An Israeli airstrike struck a busy area near Ein el-Hilweh, the largest Palestinian refugee camp in southern Lebanon, on Tuesday evening, killing at least 13 people and wounding several others, as reported by Lebanon’s health ministry. Located on the outskirts of the coastal city of Sidon, this densely packed camp has long been a refuge for Palestinians displaced by historical conflicts, and the attack targeted what Israel described as a Hamas training site.
Emergency services rushed to the scene amid thick smoke and chaos, highlighting the ongoing vulnerabilities faced by residents in this overcrowded enclave, where narrow streets and limited access complicate rescue efforts.
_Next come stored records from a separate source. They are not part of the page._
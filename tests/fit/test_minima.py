"""The least-squares estimators stand at their minimum, and no start can trap them elsewhere."""

from __future__ import annotations

import lmfit
import numpy as np
import pytest
from scipy import optimize, special

from liverfe.fit import ESTIMATORS, FitOutcome
from liverfe.fit.comparators import _first_moment as first_moment_loops
from tests.fit.decays import TWELVE_MS, Array, decay, expected_mean, fit, magnitudes

pytestmark = pytest.mark.slow


@pytest.mark.parametrize("model", ["least-squares", "first-moment"])
@pytest.mark.parametrize("n", [1, 8])
def test_lmfit_finds_the_same_minimum(model: str, n: int) -> None:
    rng = np.random.default_rng(12)
    rates = np.exp(rng.uniform(np.log(20), np.log(700), 15))
    signal = magnitudes(decay(rng.uniform(30, 150, 15), rates, TWELVE_MS), rng, n)
    fitted = fit(signal, TWELVE_MS, n=n, model=model)
    for v, m in enumerate(signal.astype(float)):

        def residual(parameters: lmfit.Parameters, m: Array = m) -> Array:
            a = decay(parameters["s0"].value, parameters["rate"].value, TWELVE_MS)[0]
            return m - (expected_mean(a, n) if model == "first-moment" else a)

        parameters = lmfit.create_params(s0=m[0] * 1.2, rate={"value": rates[v], "min": 0.0})
        result = lmfit.minimize(residual, parameters, xtol=1e-12, ftol=1e-12)
        assert fitted.r2star_per_s[v] == pytest.approx(result.params["rate"].value, rel=2e-5), v
        assert fitted.s0[v] == pytest.approx(result.params["s0"].value, rel=2e-5), v


def test_least_squares_cannot_be_trapped() -> None:
    # Against a fine grid with S0 projected out (methods sheet 2.1), on noise-like voxels too.
    rng = np.random.default_rng(13)
    rates = np.exp(rng.uniform(np.log(10), np.log(3000), 60))
    signal = magnitudes(decay(rng.uniform(1, 20, 60), rates, TWELVE_MS), rng)
    rates = np.concatenate([[0.0], np.geomspace(0.5, 11_900, 4000)])
    shape = decay(np.ones(len(rates)), rates, TWELVE_MS)
    for model in ("least-squares", "second-moment"):
        y = signal.astype(float) if model == "least-squares" else signal.astype(float) ** 2 - 2
        power = 1 if model == "least-squares" else 2
        fitted = fit(signal, TWELVE_MS, model=model)
        resolved = np.flatnonzero(np.isfinite(fitted.r2star_per_s))
        assert len(resolved) > 30
        for v in resolved:
            over = np.maximum(shape**power @ y[v], 0.0)
            best = ((y[v] ** 2).sum() - over**2 / (shape ** (2 * power)).sum(axis=1)).min()
            found = decay(fitted.s0[v], fitted.r2star_per_s[v], TWELVE_MS)[0] ** power
            assert ((y[v] - found) ** 2).sum() <= best * (1 + 1e-6), (model, v)


def test_the_offset_fit_cannot_be_trapped() -> None:
    # A fine grid of rates with S0 and a constant of at least zero solved for at each.
    rng = np.random.default_rng(16)
    signal = magnitudes(decay(rng.uniform(3, 60, 40), rng.uniform(20, 2500, 40), TWELVE_MS), rng)
    fitted = fit(signal, TWELVE_MS, model="offset")
    for v in np.flatnonzero(np.isfinite(fitted.r2star_per_s)):
        m = signal[v].astype(float)

        def cost(rate: float, m: Array = m) -> float:
            shape = np.exp(-1e-3 * rate * TWELVE_MS)
            return optimize.nnls(np.column_stack([shape, np.ones(12)]), m)[1] ** 2

        best = min(cost(rate) for rate in np.geomspace(5.0, 11_900, 250))
        assert cost(float(fitted.r2star_per_s[v])) <= best * (1 + 1e-6), v


TWO_VALLEYS = {
    1: """
4.32 1.52 1.02 1.90 0.63 2.32 2.23 2.29 4.08 1.55 2.06 0.96
3.61 1.31 1.63 2.03 1.05 3.45 0.51 0.69 2.22 0.74 2.79 2.80
3.56 1.37 0.54 3.43 1.01 2.41 1.98 1.03 1.86 1.54 1.19 2.39
4.64 1.37 0.79 2.06 1.86 2.96 2.62 1.62 1.75 1.81 0.95 2.07
4.17 1.52 0.02 1.42 1.05 2.83 0.83 1.82 2.16 1.28 2.70 3.84
5.31 1.30 2.79 2.33 1.93 2.49 3.31 0.60 1.44 0.42 1.60 1.47
3.71 1.32 1.95 1.85 0.25 1.44 1.38 2.18 2.30 2.97 2.34 0.59
6.31 2.32 0.62 3.82 3.61 2.03 1.79 0.08 0.84 1.82 2.68 1.23
""",
    8: """
7.54 4.81 3.58 4.44 3.67 5.13 4.06 5.57 5.00 5.77 4.66 3.65
6.59 4.25 4.00 4.30 4.49 4.44 4.49 5.24 4.72 4.44 4.57 4.44
6.69 4.32 2.99 4.64 5.13 5.08 5.85 4.68 4.58 3.36 4.56 3.94
""",
}
"""Voxels whose sum of squares has two valleys, a slow and a fast decay, found among 60,000
simulated near the noise: a descent from a rate of zero ends in the wrong one."""


@pytest.mark.parametrize("n", [1, 8])
def test_the_first_moment_cannot_be_trapped(n: int) -> None:
    # A fine grid over both parameters, on voxels in which the signal drowns early.
    rng = np.random.default_rng(23)
    snr = rng.uniform(2, 40, 250) * n**0.25
    signal = magnitudes(decay(snr, np.exp(rng.uniform(2, 8, 250)), TWELVE_MS), rng, n)
    hard = np.array(TWO_VALLEYS[n].split(), dtype=np.float32).reshape(-1, 12)
    signal = np.concatenate([signal, hard])
    fitted = fit(signal, TWELVE_MS, n=n, model="first-moment")
    resolved = np.flatnonzero(np.isfinite(fitted.r2star_per_s))
    assert len(resolved) > 150
    assert np.isfinite(fitted.r2star_per_s[250:]).all()
    rates = np.concatenate([[0.0], np.geomspace(1.0, 11_900, 220)])
    first = np.geomspace(0.05, 80.0, 240)  # amplitude at the first echo
    shape = np.exp(-1e-3 * rates[:, None] * (TWELVE_MS - TWELVE_MS[0]))
    means = expected_mean(first[:, None, None] * shape, n)
    for v in resolved:
        m = signal[v].astype(float)
        best = ((m - means) ** 2).sum(axis=-1).min()
        own = expected_mean(decay(fitted.s0[v], fitted.r2star_per_s[v], TWELVE_MS)[0], n)
        assert ((m - own) ** 2).sum() <= best * (1 + 1e-6), v


def test_the_weighted_first_moment_stands_where_its_equations_are_zero() -> None:
    # sum (m - E[m]) E'[m] / xi times the gradient of the amplitude, in closed form for n = 1.
    rng = np.random.default_rng(24)
    rates = np.exp(rng.uniform(np.log(20), np.log(900), 300))
    signal = magnitudes(decay(rng.uniform(15, 100, 300), rates, TWELVE_MS), rng).astype(float)
    fitted = fit(signal, TWELVE_MS, model="weighted-first-moment")
    good = fitted.outcome == FitOutcome.CONVERGED
    assert good.mean() > 0.98
    a = decay(fitted.s0[good], fitted.r2star_per_s[good], TWELVE_MS)
    u = a**2 / 4
    mean = expected_mean(a, 1)
    slope = np.sqrt(np.pi / 2) * (a / 2) * (special.i0e(u) + special.i1e(u))
    variance = 2 + a**2 - mean**2
    gradient = np.stack([a, -1e-3 * TWELVE_MS * a])  # by ln S0, and by R2* in 1/s
    score = (gradient * slope * (signal[good] - mean) / variance).sum(axis=-1)
    weight = slope**2 / variance
    information = np.einsum("pve,qve,ve->vpq", gradient, gradient, weight)
    step = np.linalg.solve(information, score.T[..., None])[..., 0]
    se = np.sqrt(np.linalg.inv(information)[:, 1, 1])
    assert np.abs(step[:, 1] / se).max() < 1e-3


def test_log_linear_is_numpys_straight_line() -> None:
    rng = np.random.default_rng(14)
    signal = magnitudes(decay(np.full(20, 60), 120, TWELVE_MS), rng)
    plain = fit(signal, TWELVE_MS, model="log-linear")
    weighted = fit(signal, TWELVE_MS, model="weighted-log-linear")
    iterated = fit(signal, TWELVE_MS, model="iterated-log-linear")
    for v, m in enumerate(signal.astype(float)):
        line = np.polyfit(TWELVE_MS, np.log(m), 1)
        assert plain.r2star_per_s[v] == pytest.approx(-1e3 * line[0], rel=1e-5)
        assert plain.s0[v] == pytest.approx(np.exp(line[1]), rel=1e-5)
        line = np.polyfit(TWELVE_MS, np.log(m), 1, w=m)  # polyfit squares its weights
        assert weighted.r2star_per_s[v] == pytest.approx(-1e3 * line[0], rel=1e-5)
        # The iterated line is the one that its own fit weighs.
        own = decay(iterated.s0[v], iterated.r2star_per_s[v], TWELVE_MS)[0]
        line = np.polyfit(TWELVE_MS, np.log(m), 1, w=own)
        assert iterated.r2star_per_s[v] == pytest.approx(-1e3 * line[0], rel=1e-5)
        assert iterated.s0[v] == pytest.approx(np.exp(line[1]), rel=1e-5)


def test_a_descent_that_runs_out_of_steps_gives_a_status_and_no_number(
    monkeypatch: pytest.MonkeyPatch,
) -> None:
    # Uncompiled, because compiled code has its constants built in.
    for name in ("_descend", "_best_of_all_starts"):
        monkeypatch.setattr(first_moment_loops, name, getattr(first_moment_loops, name).py_func)
    monkeypatch.setattr(
        first_moment_loops, "fit_first_moments", first_moment_loops.fit_first_moments.py_func
    )
    rng = np.random.default_rng(26)
    signal = magnitudes(decay([80.0, 80.0], [60.0, 400.0], TWELVE_MS), rng)
    for steps, outcome in ((100, FitOutcome.CONVERGED), (2, FitOutcome.NOT_CONVERGED)):
        monkeypatch.setattr(first_moment_loops, "_MOST_STEPS", steps)
        for model in ("first-moment", "weighted-first-moment"):
            fitted = fit(signal, TWELVE_MS, model=model)
            assert (fitted.outcome == outcome).all(), (model, steps)
            assert (np.isnan(fitted.r2star_per_s) == (steps == 2)).all()


@pytest.mark.parametrize("model", ESTIMATORS)
def test_what_did_not_converge_has_no_number(model: str) -> None:
    rng = np.random.default_rng(25)
    rates = np.exp(rng.uniform(np.log(5), np.log(5000), 3000))
    signal = magnitudes(decay(rng.uniform(0, 30, 3000), rates, TWELVE_MS), rng)
    fitted = fit(signal, TWELVE_MS, model=model)
    shown = np.isin(fitted.outcome, (FitOutcome.CONVERGED, FitOutcome.AT_LOWER_BOUND))
    assert (np.isfinite(fitted.r2star_per_s) == shown).all()
    assert (np.isfinite(fitted.s0) == shown).all()
    # A status in place of a number is for the odd voxel, not a way out.
    assert (fitted.outcome == FitOutcome.NOT_CONVERGED).mean() < 2e-3
    assert shown.mean() > 0.4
This incident represents the most lethal Israeli operation in Lebanon since the November 2024 ceasefire that halted the year-long war with Hezbollah, raising fresh concerns about the fragility of peace in the region.
The Scene of the Attack and Immediate Aftermath
The strike hit a parking lot adjacent to the Khalid bin al-Walid Mosque around dusk, a period when the area typically buzzes with evening activity as families gather and worshippers attend prayers. Eyewitnesses described hearing the initial buzz of Israeli drones overhead, followed by a series of explosions that damaged the mosque’s structure, a nearby community center, and several vehicles. Lebanon’s National News Agency detailed how the blasts sent debris scattering across the camp’s entrance, with one report noting that the targeted vehicle was completely destroyed, trapping some victims inside.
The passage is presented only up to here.